RECORDED DATA START

"""The laws of thermodynamics on every state: random plausible cycles, and identities that need no reference."""

from __future__ import annotations

import math
from itertools import pairwise

import numpy as np
import pytest

from commission.properties import PropertyRangeError, refrigerant
from commission.properties.models import blends, modelled
from tests.properties.plausible import check_cycle, cycles

TRANSCRITICAL = "R-744"


@pytest.mark.parametrize("name", modelled())
def test_fifty_random_cycles_keep_the_laws(name: str) -> None:
    """Every state of 50 seeded plausible cycles exists and keeps the laws."""
    r = refrigerant(name)
    for point in cycles(r, 50, seed=4):
        check_cycle(r, point)


@pytest.mark.long
@pytest.mark.parametrize("name", modelled())
def test_two_thousand_random_cycles_keep_the_laws(name: str) -> None:
    """Every state of 2,000 seeded plausible cycles exists and keeps the laws."""
    r = refrigerant(name)
    for point in cycles(r, 2000, seed=7):
        check_cycle(r, point)


@pytest.mark.parametrize("name", [n for n in modelled() if n not in blends()])
def test_clausius_and_clapeyron_hold_on_the_line_of_a_pure_fluid(name: str) -> None:
    """dp/dT = latent heat / (T dv), and latent heat = T ds, from the series alone."""
    r = refrigerant(name)
    for T in np.linspace(r.T_low + 2, 0.99 * r.T_critical, 12):
        dew, bubble = r.dew(float(T)), r.bubble(float(T))
        slope = dew.p * r.dew_slopes(float(T)).ln_p
        assert slope == pytest.approx((dew.h - bubble.h) / (T * (1 / dew.rho - 1 / bubble.rho)), rel=2e-6)
        assert dew.h - bubble.h == pytest.approx(T * (dew.s - bubble.s), rel=1e-7)


@pytest.mark.parametrize("name", ["R-454B", "R-455A", "R-448A", "R-410A", "R-471A"])
def test_a_wet_isobar_obeys_heat_is_temperature_times_entropy(name: str) -> None:
    """dh = T ds along an isobar of a blend through the wet region, and temperature rises towards the dew point."""
    r = refrigerant(name)
    p = r.dew(265.0).p
    bubble, dew = r.bubble(r.bubble_temperature(p)), r.dew(r.dew_temperature(p))
    heats = np.linspace(bubble.h, dew.h, 41)
    states = [r.throttled(p, float(h)) for h in heats]
    for a, b in pairwise(states):
        assert b.h - a.h == pytest.approx((b.s - a.s) * (a.T + b.T) / 2, rel=3e-4)
        assert b.T > a.T - 1e-6
        assert b.rho < a.rho
        assert b.quality is not None
        assert a.quality is not None
        assert b.quality > a.quality


@pytest.mark.parametrize("name", ["R-290", "R-717", "R-454B", "R-407C"])
def test_slopes_are_those_of_the_states(name: str) -> None:
    """Analytic derivatives against differences of neighbouring states, vapour and liquid, and along both lines."""
    r = refrigerant(name)
    low, high = r.dew(270.0), r.dew(310.0)
    for make, T, p in ((r.vapour, 285.0, low.p), (r.vapour, 330.0, high.p), (r.liquid, 290.0, 1.2 * high.p)):
        s = r.slopes(make(T, p))
        hot, cold = make(T + 0.05, p), make(T - 0.05, p)
        dense, thin = make(T, p * 1.001), make(T, p * 0.999)
        assert s.cp == pytest.approx((hot.h - cold.h) / 0.1, rel=1e-5)
        assert s.ds_dt == pytest.approx((hot.s - cold.s) / 0.1, rel=1e-5)
        assert s.drho_dt == pytest.approx((hot.rho - cold.rho) / 0.1, rel=1e-5)
        assert s.dh_dp == pytest.approx((dense.h - thin.h) / (0.002 * p), rel=1e-4, abs=1e-9)
        assert s.ds_dp == pytest.approx((dense.s - thin.s) / (0.002 * p), rel=1e-4)
        assert s.drho_dp == pytest.approx((dense.rho - thin.rho) / (0.002 * p), rel=1e-4)
    for line, slopes in ((r.dew, r.dew_slopes), (r.bubble, r.bubble_slopes)):
        a, b, s2 = line(299.95), line(300.05), slopes(300.0)
        assert s2.ln_p == pytest.approx(math.log(b.p / a.p) / 0.1, rel=1e-5)
        assert s2.h == pytest.approx((b.h - a.h) / 0.1, rel=1e-4)
        assert s2.s == pytest.approx((b.s - a.s) / 0.1, rel=1e-4)
        assert s2.ln_rho == pytest.approx(math.log(b.rho / a.rho) / 0.1, rel=1e-4)


@pytest.mark.parametrize("name", ["R-600a", "R-1234yf", "R-1234ze(E)", "R-1233zd(E)", "R-515B", "R-471A"])
def test_compression_into_the_wet_region_is_told(name: str) -> None:
    """Saturated suction of a fluid with an overhanging dew line ends wet: a warning, and the same entropy."""
    r = refrigerant(name)
    suction = r.dew(273.15 if name != "R-1233zd(E)" else 300.0)
    end = r.isentropic_end(suction, r.dew(suction.T + 50).p)
    assert end.quality is not None
    assert 0.9 < end.quality < 1
    assert end.s == pytest.approx(suction.s, abs=1e-6)
    assert f"{100 * (1 - end.quality):.1f} % liquid by mass" in end.warnings[0]
    # the work is continuous across the dew line: a little superheat ends dry
    dry = r.isentropic_end(r.vapour(suction.T + 25, suction.p), end.p)
    assert dry.quality is None
    assert not dry.warnings


def test_work_is_continuous_where_compression_turns_wet() -> None:
    """Entropy just below and just above that of the dew point at discharge pressure: no jump in enthalpy."""
    r = refrigerant("R-471A")
    p = r.dew(320.0).p
    at_dew = r.dew(320.0)
    suction = r.dew(275.0)
    near = [r.vapour_from_enthalpy(suction.p, suction.h + d) for d in np.linspace(0, 30e3, 121)]
    ends = [r.isentropic_end(s, p) for s in near]
    assert any(e.quality is not None for e in ends)
    assert any(e.quality is None for e in ends)
    for a, b in pairwise(ends):
        assert b.h - a.h == pytest.approx((b.s - a.s) * (a.T + b.T) / 2, rel=2e-3)
    assert min(e.T for e in ends) > at_dew.T - 1


def test_mean_evaporating_temperature_lies_between_inlet_and_dew() -> None:
    """The facts of glide: with dew at -8 °C and quality near 0.3, R-455A enters near -16, R-454C -14, R-448A -13 °C."""
    for name, inlet in (("R-455A", -16), ("R-454C", -14), ("R-448A", -13)):
        r = refrigerant(name)
        dew = r.dew(265.15)
        bubble = r.bubble(r.bubble_temperature(dew.p))
        state = r.throttled(dew.p, bubble.h + 0.3 * (dew.h - bubble.h))
        assert pytest.approx(inlet, abs=0.8) == state.T - 273.15
        mean = r.mean_evaporating_temperature(dew.p, state.h)
        assert state.T < mean < dew.T
        assert mean == pytest.approx((state.T + dew.T) / 2, abs=1.0)


def test_gas_above_the_critical_pressure_keeps_the_laws() -> None:
    """Carbon dioxide through its critical region: isentropes, enthalpies and temperatures lead back to each other."""
    r = refrigerant(TRANSCRITICAL)
    rng = np.random.default_rng(11)
    for _ in range(200):
        suction = r.vapour(float(rng.uniform(245, 290)) + 12, r.dew(float(rng.uniform(233, 240))).p)
        end = r.isentropic_end(suction, float(rng.uniform(74e5, 140e5)))
        assert end.s == pytest.approx(suction.s, abs=1e-6)
        assert (end.p - suction.p) / end.rho < end.h - suction.h < (end.p - suction.p) / suction.rho
        cooled = r.supercritical(float(rng.uniform(285, 330)), end.p)
        assert pytest.approx(cooled.T, abs=1e-6) == r.vapour_from_enthalpy(end.p, cooled.h).T
        assert cooled.h < end.h


def test_the_line_is_continued_smoothly_past_the_critical_point() -> None:
    """The bridge for solvers meets the line in value and slope, and rises."""
    r = refrigerant(TRANSCRITICAL)
    below, above = (r.continued_bubble_pressure(r.T_high + d) for d in (-1e-3, 1e-3))
    assert above > below
    assert (above - below) / 2e-3 == pytest.approx(r.bubble(r.T_high).p * r.bubble_slopes(r.T_high).ln_p, rel=1e-3)
    assert r.continued_bubble_pressure(313.15) > r.p_critical


@pytest.mark.parametrize("name", ["R-744", "R-23", "R-32"])
def test_nothing_jumps_between_the_end_of_the_line_and_the_critical_pressure(name: str) -> None:
    """Pressure swept from wet states through the critical point at constant enthalpy: temperature moves under 20 mK."""
    r = refrigerant(name)
    dew, bubble = r.dew(r.T_high), r.bubble(r.T_high)
    pressures = np.linspace(0.98 * r.p_dew_high, 1.02 * r.p_critical, 801)
    warned = 0
    for h in np.linspace(bubble.h - 30e3, dew.h + 60e3, 10):
        states = [r.throttled(float(p), float(h)) for p in pressures]
        assert max(abs(b.T - a.T) for a, b in pairwise(states)) < 0.02
        assert all(a.p == pytest.approx(p, rel=1e-9) for a, p in zip(states, pressures, strict=True))
        warned += sum("two alike phases" in w for s in states for w in s.warnings)
    assert warned > 0


@pytest.mark.parametrize("name", ["R-744", "R-1234yf"])
def test_next_to_the_critical_point_a_state_is_vapour_or_liquid_not_both(name: str) -> None:
    """Between the end of the lines and the critical pressure exactly one of the two calls answers below Tc."""
    r = refrigerant(name)
    for p in np.linspace(r.p_dew_high * 1.0001, r.p_critical * 0.9999, 8):
        for T in np.linspace(r.T_high - 2, r.T_critical - 0.01, 20):
            is_vapour = p < r.continued_bubble_pressure(float(T))
            answers, refuses = (r.vapour, r.liquid) if is_vapour else (r.liquid, r.vapour)
            assert answers(float(T), float(p)).rho > 0
            with pytest.raises(PropertyRangeError, match=r"vapour forms|not vapour alone"):
                refuses(float(T), float(p))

RECORDED DATA END

[WORK INSTRUCTIONS]: Your answer must be the lines from the first line of the entries above through the line that contains "not in blends()])", written out exactly.

[EXERCISE RESPONSE]:
"""The laws of thermodynamics on every state: random plausible cycles, and identities that need no reference."""

from __future__ import annotations

import math
from itertools import pairwise

import numpy as np
import pytest

from commission.properties import PropertyRangeError, refrigerant
from commission.properties.models import blends, modelled
from tests.properties.plausible import check_cycle, cycles

TRANSCRITICAL = "R-744"


@pytest.mark.parametrize("name", modelled())
def test_fifty_random_cycles_keep_the_laws(name: str) -> None:
    """Every state of 50 seeded plausible cycles exists and keeps the laws."""
    r = refrigerant(name)
    for point in cycles(r, 50, seed=4):
        check_cycle(r, point)


@pytest.mark.long
@pytest.mark.parametrize("name", modelled())
def test_two_thousand_random_cycles_keep_the_laws(name: str) -> None:
    """Every state of 2,000 seeded plausible cycles exists and keeps the laws."""
    r = refrigerant(name)
    for point in cycles(r, 2000, seed=7):
        check_cycle(r, point)


@pytest.mark.parametrize("name", [n for n in modelled() if n not in blends()])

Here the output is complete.